#### [Exercise data]
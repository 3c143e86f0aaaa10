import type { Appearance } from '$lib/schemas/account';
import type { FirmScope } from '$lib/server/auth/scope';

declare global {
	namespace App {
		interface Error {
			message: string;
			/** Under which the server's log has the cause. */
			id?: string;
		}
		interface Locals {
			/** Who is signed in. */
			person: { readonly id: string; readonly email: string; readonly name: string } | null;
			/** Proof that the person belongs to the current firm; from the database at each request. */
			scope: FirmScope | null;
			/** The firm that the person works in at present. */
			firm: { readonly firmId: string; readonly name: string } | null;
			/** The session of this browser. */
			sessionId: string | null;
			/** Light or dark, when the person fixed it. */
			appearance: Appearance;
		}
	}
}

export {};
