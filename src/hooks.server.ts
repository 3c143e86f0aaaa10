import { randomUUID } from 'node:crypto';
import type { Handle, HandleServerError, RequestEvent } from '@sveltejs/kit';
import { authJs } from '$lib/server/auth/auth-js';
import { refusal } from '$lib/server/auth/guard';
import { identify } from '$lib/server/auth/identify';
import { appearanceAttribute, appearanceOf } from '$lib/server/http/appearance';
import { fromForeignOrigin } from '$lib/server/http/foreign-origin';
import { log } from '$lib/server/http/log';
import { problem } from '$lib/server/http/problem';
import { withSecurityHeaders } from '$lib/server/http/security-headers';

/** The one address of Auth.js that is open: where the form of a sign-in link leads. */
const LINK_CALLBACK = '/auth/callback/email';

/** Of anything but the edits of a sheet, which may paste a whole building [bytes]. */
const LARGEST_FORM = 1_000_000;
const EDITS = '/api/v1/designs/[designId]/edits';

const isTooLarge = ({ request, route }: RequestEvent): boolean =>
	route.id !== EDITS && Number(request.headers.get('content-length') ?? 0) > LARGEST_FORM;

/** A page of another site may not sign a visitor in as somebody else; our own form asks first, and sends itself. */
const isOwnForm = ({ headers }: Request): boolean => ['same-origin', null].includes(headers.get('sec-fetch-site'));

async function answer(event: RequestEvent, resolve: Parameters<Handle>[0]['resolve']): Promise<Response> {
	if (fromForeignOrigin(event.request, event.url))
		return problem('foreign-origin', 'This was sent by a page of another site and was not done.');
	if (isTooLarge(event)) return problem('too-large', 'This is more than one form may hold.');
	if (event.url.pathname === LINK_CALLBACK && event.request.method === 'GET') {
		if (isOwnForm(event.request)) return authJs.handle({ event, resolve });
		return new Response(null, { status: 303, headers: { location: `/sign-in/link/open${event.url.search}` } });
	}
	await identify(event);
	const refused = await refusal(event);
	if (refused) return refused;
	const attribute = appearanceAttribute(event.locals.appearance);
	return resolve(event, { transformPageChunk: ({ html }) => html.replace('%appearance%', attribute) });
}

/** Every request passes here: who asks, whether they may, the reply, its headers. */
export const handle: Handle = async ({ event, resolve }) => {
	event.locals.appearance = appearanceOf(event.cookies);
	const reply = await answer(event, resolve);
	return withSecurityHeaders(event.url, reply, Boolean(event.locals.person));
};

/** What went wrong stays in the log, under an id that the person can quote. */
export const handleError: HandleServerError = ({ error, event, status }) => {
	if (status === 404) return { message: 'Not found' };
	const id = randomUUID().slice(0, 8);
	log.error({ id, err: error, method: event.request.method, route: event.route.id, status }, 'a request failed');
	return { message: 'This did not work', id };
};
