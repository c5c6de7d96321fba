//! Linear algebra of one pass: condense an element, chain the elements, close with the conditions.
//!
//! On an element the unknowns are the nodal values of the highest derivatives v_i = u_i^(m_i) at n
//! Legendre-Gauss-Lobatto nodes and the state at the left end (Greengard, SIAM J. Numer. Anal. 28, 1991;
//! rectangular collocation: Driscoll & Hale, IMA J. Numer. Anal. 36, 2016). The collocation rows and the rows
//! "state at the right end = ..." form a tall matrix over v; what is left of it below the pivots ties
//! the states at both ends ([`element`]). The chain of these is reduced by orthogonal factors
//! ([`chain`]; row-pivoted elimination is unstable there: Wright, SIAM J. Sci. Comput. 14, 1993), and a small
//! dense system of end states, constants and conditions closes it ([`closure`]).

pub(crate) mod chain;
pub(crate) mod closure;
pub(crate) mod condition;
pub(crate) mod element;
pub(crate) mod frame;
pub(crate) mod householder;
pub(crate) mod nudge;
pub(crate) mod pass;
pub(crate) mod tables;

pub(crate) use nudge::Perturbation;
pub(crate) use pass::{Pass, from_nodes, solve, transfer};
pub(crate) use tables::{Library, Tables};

#### [What you will do]
Having read the material, transcribe all of it exactly.

#### [Task response]
repository 3c143e86f0aaaa10
import type { Appearance } from '$lib/schemas/account';
import type { FirmScope } from '$lib/server/auth/scope';

declare global {
	namespace App {
		interface Error {
			message: string;
			/** Under which the server's log has the cause. */
			id?: string;
		}
		interface Locals {
			/** Who is signed in. */
			person: { readonly id: string; readonly email: string; readonly name: string } | null;
			/** Proof that the person belongs to the current firm; from the database at each request. */
			scope: FirmScope | null;
			/** The firm that the person works in at present. */
			firm: { readonly firmId: string; readonly name: string } | null;
			/** The session of this browser. */
			sessionId: string | null;
			/** Light or dark, when the person fixed it. */
			appearance: Appearance;
		}
	}
}

export {};
filename src/hooks.server.ts
repository 3c143e86f0aaaa10
import { randomUUID } from 'node:crypto';
import type { Handle, HandleServerError, RequestEvent } from '@sveltejs/kit';
import { authJs } from '$lib/server/auth/auth-js';
import { refusal } from '$lib/server/auth/guard';
import { identify } from '$lib/server/auth/identify';
import { appearanceAttribute, appearanceOf } from '$lib/server/http/appearance';
import { fromForeignOrigin } from '$lib/server/http/foreign-origin';
import { log } from '$lib/server/http/log';
import { problem } from '$lib/server/http/problem';
import { withSecurityHeaders } from '$lib/server/http/security-headers';

/** The one address of Auth.js that is open: where the form of a sign-in link leads. */
const LINK_CALLBACK = '/auth/callback/email';

/** Of anything but the edits of a sheet, which may paste a whole building [bytes]. */
const LARGEST_FORM = 1_000_000;
const EDITS = '/api/v1/designs/[designId]/edits';

const isTooLarge = ({ request, route }: RequestEvent): boolean =>
	route.id !== EDITS && Number(request.headers.get('content-length') ?? 0) > LARGEST_FORM;

/** A page of another site may not sign a visitor in as somebody else; our own form asks first, and sends itself. */
const isOwnForm = ({ headers }: Request): boolean => ['same-origin', null].includes(headers.get('sec-fetch-site'));

async function answer(event: RequestEvent, resolve: Parameters<Handle>[0]['resolve']): Promise<Response> {
	if (fromForeignOrigin(event.request, event.url))
		return problem('foreign-origin', 'This was sent by a page of another site and was not done.');
	if (isTooLarge(event)) return problem('too-large', 'This is more than one form may hold.');
	if (event.url.pathname === LINK_CALLBACK && event.request.method === 'GET') {
		if (isOwnForm(event.request)) return authJs.handle({ event, resolve });
		return new Response(null, { status: 303, headers: { location: `/sign-in/link/open${event.url.search}` } });
	}
	await identify(event);
	const refused = await refusal(event);
	if (refused) return refused;
	const attribute = appearanceAttribute(event.locals.appearance);
	return resolve(event, { transformPageChunk: ({ html }) => html.replace('%appearance%', attribute) });
}

/** Every request passes here: who asks, whether they may, the reply, its headers. */
export const handle: Handle = async ({ event, resolve }) => {
	event.locals.appearance = appearanceOf(event.cookies);
	const reply = await answer(event, resolve);
	return withSecurityHeaders(event.url, reply, Boolean(event.locals.person));
};

/** What went wrong stays in the log, under an id that the person can quote. */
export const handleError: HandleServerError = ({ error, event, status }) => {
	if (status === 404) return { message: 'Not found' };
	const id = randomUUID().slice(0, 8);
	log.error({ id, err: error, method: event.request.method, route: event.route.id, status }, 'a request failed');
	return { message: 'This did not work', id };
};
repository c5c6de7d96321fba
//! Linear algebra of one pass: condense an element, chain the elements, close with the conditions.
//!
//! On an element the unknowns are the nodal values of the highest derivatives v_i = u_i^(m_i) at n
//! Legendre-Gauss-Lobatto nodes and the state at the left end (Greengard, SIAM J. Numer. Anal. 28, 1991;
//! rectangular collocation: Driscoll & Hale, IMA J. Numer. Anal. 36, 2016). The collocation rows and the rows
//! "state at the right end = ..." form a tall matrix over v; what is left of it below the pivots ties
//! the states at both ends ([`element`]). The chain of these is reduced by orthogonal factors
//! ([`chain`]; row-pivoted elimination is unstable there: Wright, SIAM J. Sci. Comput. 14, 1993), and a small
//! dense system of end states, constants and conditions closes it ([`closure`]).

pub(crate) mod chain;
pub(crate) mod closure;
pub(crate) mod condition;
pub(crate) mod element;
pub(crate) mod frame;
pub(crate) mod householder;
pub(crate) mod nudge;
pub(crate) mod pass;
pub(crate) mod tables;

pub(crate) use nudge::Perturbation;
pub(crate) use pass::{Pass, from_nodes, solve, transfer};
pub(crate) use tables::{Library, Tables};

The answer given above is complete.